WASHINGTON — The Senate is likely to vote within days on a measure that would undo net-neutrality rules adopted by the Federal Communications Commission in 2010, even though they’ve yet to go into effect.
One of the lead sponsor’s of Senate Journal Resolution 6 (.pdf), Sen. Kay Bailey Hutchison (R-Texas) said “The Internet is not broken and does not need fixing.” She said a likely vote was planned for this week.
The measure simply says that Congress “disapproves of the rule” and “such rule shall have no force or effect.”
The House passed a similar measure, but Obama has threatened to veto it. It was not immediately clear whether the Senate has the necessary votes for passage.

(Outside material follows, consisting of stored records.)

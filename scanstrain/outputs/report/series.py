# SPDX-License-Identifier: MIT
"""What zones and sections did through the epochs of a batch: curves with their intervals, and a table of rates."""

from __future__ import annotations

import math
from collections.abc import Iterator, Sequence
from dataclasses import replace

import numpy as np

from scanstrain.attributes import BY_NAME, Attribute
from scanstrain.outputs.figures import Picture, draw_series
from scanstrain.outputs.report.tables import MISSING, Cell, Table, neat, table
from scanstrain.outputs.words import digits, number
from scanstrain.series.rows import ChangeRow, RateRow

LINES = 6
"""Places in one figure: more lines cross, and `series.csv` has all of them."""
FIRST = "first"
"""Changes that are counted from the first epoch."""

_RATIO = replace(BY_NAME["dilation"], person="%", factor=100.0)
_OF_UNIT = {"m": BY_NAME["disp_n"], "rad": BY_NAME["spin"], "1": _RATIO, "1/m": BY_NAME["curv_1"]}
"""How a stored unit is written for a person."""
_TITLES = {
    "mean_disp_n": "Mean normal displacement",
    "mean_strain_u": "Mean strain along u",
    "mean_strain_v": "Mean strain along v",
    "shift": "Shift to the free side",
    "lean": "Change of lean",
    "yaw": "Change of yaw",
    "horizontal_diameter_change": "Change of the horizontal diameter",
    "vertical_diameter_change": "Change of the vertical diameter",
    "ovality_change": "Change of the ovality",
    "crown_up": "Movement of the crown, upwards",
}

Row = ChangeRow | RateRow


def series_pictures(rows: Sequence[Row], first: tuple[str, str]) -> Iterator[tuple[str, Picture]]:
    """Draw each quantity through the epochs, one line a place, with 95 % bars.

    Parameters
    ----------
    rows : sequence of ChangeRow or RateRow
        Of a followed batch; only changes from the first epoch are drawn.
    first : (str, str)
        Label and ISO date of the epoch that all changes are counted from.

    Yields
    ------
    name : str
        series_<quantity>
    picture : Picture
    """
    changes = [row for row in rows if isinstance(row, ChangeRow) and row.against == FIRST]
    for quantity, unit in dict.fromkeys((row.quantity, row.unit) for row in changes):
        found = [row for row in changes if row.quantity == quantity]
        places = _clearest(found)
        dates = [first[1], *sorted({row.date.isoformat() for row in found})]
        values, sd = np.full((len(places), len(dates)), np.nan), np.full((len(places), len(dates)), np.nan)
        values[:, 0], sd[:, 0] = 0.0, 0.0
        for row in found:
            if row.place in places:
                at = places.index(row.place), dates.index(row.date.isoformat())
                values[at], sd[at] = row.value, row.sd
        hidden = len({row.place for row in found}) - len(places)
        facts = [f"Changes since {first[0]}."]
        if hidden:
            facts.append(f"The {len(places)} places with the clearest change; {hidden} more stand in series.csv.")
        title = title_of(quantity)
        yield (
            f"series_{quantity}",
            draw_series(dates, values, sd, places, attribute=_attribute(quantity, unit), title=title, facts=facts),
        )


def rate_table(rows: Sequence[Row]) -> Table | None:
    """Put the rates of all places into a table; None where there is none."""
    rates = [row for row in rows if isinstance(row, RateRow) and math.isfinite(row.fit.rate)]
    if not rates:
        return None
    made = [
        [row.place, title_of(row.quantity), _rate(row), Cell(str(row.fit.epochs), row.fit.epochs),
         MISSING if row.fit.first_significant is None else row.fit.first_significant.isoformat(),
         "widened" if row.fit.widened else ""]
        for row in rates
    ]  # fmt: skip
    heads = ("Place", "Quantity", "Rate per year, 95 %", "Epochs", "Significant from", "Interval")
    note = (
        "Mean rate from the first to the last epoch. With three epochs one residual judges the fit, so that intervals "
        "are wide. Widened: the standard errors do not explain the residuals."
    )
    return table("Rates", heads, made, note=note)


def title_of(quantity: str) -> str:
    """Name a followed quantity in words.

    >>> title_of("lean"), title_of("chord_10_2_change")
    ('Change of lean', 'Change of the chord 10 to 2')
    """
    if quantity.startswith("chord_"):
        return f"Change of the chord {quantity.removeprefix('chord_').removesuffix('_change').replace('_', ' to ')}"
    return _TITLES.get(quantity, quantity.replace("_", " "))


def _attribute(quantity: str, unit: str) -> Attribute:
    if "strain" in quantity:
        return BY_NAME["strain_u"]
    return _OF_UNIT.get(unit, replace(_RATIO, person=unit, factor=1.0))


def _clearest(rows: Sequence[ChangeRow]) -> list[str]:
    """Places whose change passes its error most, in the order in which they came."""
    strength: dict[str, float] = {}
    for row in rows:
        ratio = abs(row.value) / row.sd if row.sd > 0 and math.isfinite(row.value) else 0.0
        strength[row.place] = max(strength.get(row.place, 0.0), ratio)
    chosen = sorted(strength, key=lambda place: -strength[place])[:LINES]
    return [place for place in strength if place in chosen]


def _rate(row: RateRow) -> Cell:
    """Write a rate with its interval; it is wider than 1.96 standard errors where epochs are few."""
    attribute = _attribute(row.quantity, row.unit)
    value, half = row.fit.rate * attribute.factor, (row.fit.rate_high - row.fit.rate_low) / 2 * attribute.factor
    if not math.isfinite(half):
        return Cell(MISSING)
    decimals = digits(half)
    text = f"{number(value, decimals, sign=True)} ± {number(half, decimals)} {attribute.person}"
    return Cell(neat(text), value)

The brouhaha dates to 2008, when the FCC ordered Comcast to stop interfering with the peer-to-peer service BitTorrent, which can use a lot of bandwidth. That marked the first time the FCC officially tried to enforce fairness rules put in place in 2005 by Republican FCC head Michael Powell. The action came as a response to complaints Comcast was sending forged packets to broadband customers to close their peer-to-peer sessions — a tactic used by the Chinese government to block internet content it doesn’t like.
Comcast appealed the decision, and the U.S. Court of Appeals for the District of Columbia Circuit last year vacated the agency’s net-neutrality rules.
FCC Chairman Julius Genachowski said the agency was enforcing the net-neutrality Four Freedoms, a set of agency principles dating to 2005 that supposedly guarantee that cable and DSL users have the right to use the devices, services and programs of choice over their wireline connections.
In response to last year’s appellate court decision, the FCC formalized the rules again, hoping to put them on stronger legal grounds — though it did not use all of the regulatory tools at its disposal, which left many net neutrality proponents angry that the Obama administration was not living up to campaign promises.
Verizon is already suing the FCC over the rules, which mostly apply to cable and DSL providers, and go into effect Nov. 20.
The rules prohibit companies from unfairly blocking services they don’t like and require them to be transparent about how they manage their networks during times of congestion. Mobile carriers like AT&T and Verizon face fewer rules but are banned from interfering with alternate calling services such as Skype.